(Exercise directions) Using the records below, filter out every line that lacks "entry" and copy the rest.

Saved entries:
==================================================

def correction_summary(
    method: str | BlockageMethod,
    *,
    lift_interference: bool = False,
    buoyancy: bool = True,
    blockage_factor: float | None = None,
) -> str:
    """The formulas a reduction used, as lines of text for the report.

    Parameters
    ----------
    method : BlockageMethod or str
        The blockage method applied, or its name.
    lift_interference, buoyancy : bool
        Whether those corrections were on.
    blockage_factor : float, optional
        Maskell's ``theta`` when set in campaign.toml. [-]

    Returns
    -------
    str
        ``name: text`` lines: the blockage formula, its validity range, then the factor, lift
        interference and buoyancy as they apply.

    Examples
    --------
    >>> print(correction_summary("none", buoyancy=False))
    blockage: no blockage correction: eps = 0
    valid for: any model; the results are the tunnel's, not free air's
    """
    entry = blockage_method(method)
    lines = [f"blockage: {entry.formula}", f"valid for: {entry.validity}"]
    if blockage_factor is not None:
        lines.append(f"Maskell's blockage factor set to theta = {blockage_factor:g}")
    if lift_interference:
        lines.append(f"lift interference: {METHOD_FORMULAS['lift-interference']}")
    if buoyancy:
        lines.append(f"buoyancy: {METHOD_FORMULAS['buoyancy']}")
    return "\n".join(lines)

==================================================

(Result of this exercise)
    entry = blockage_method(method)
    lines = [f"blockage: {entry.formula}", f"valid for: {entry.validity}"]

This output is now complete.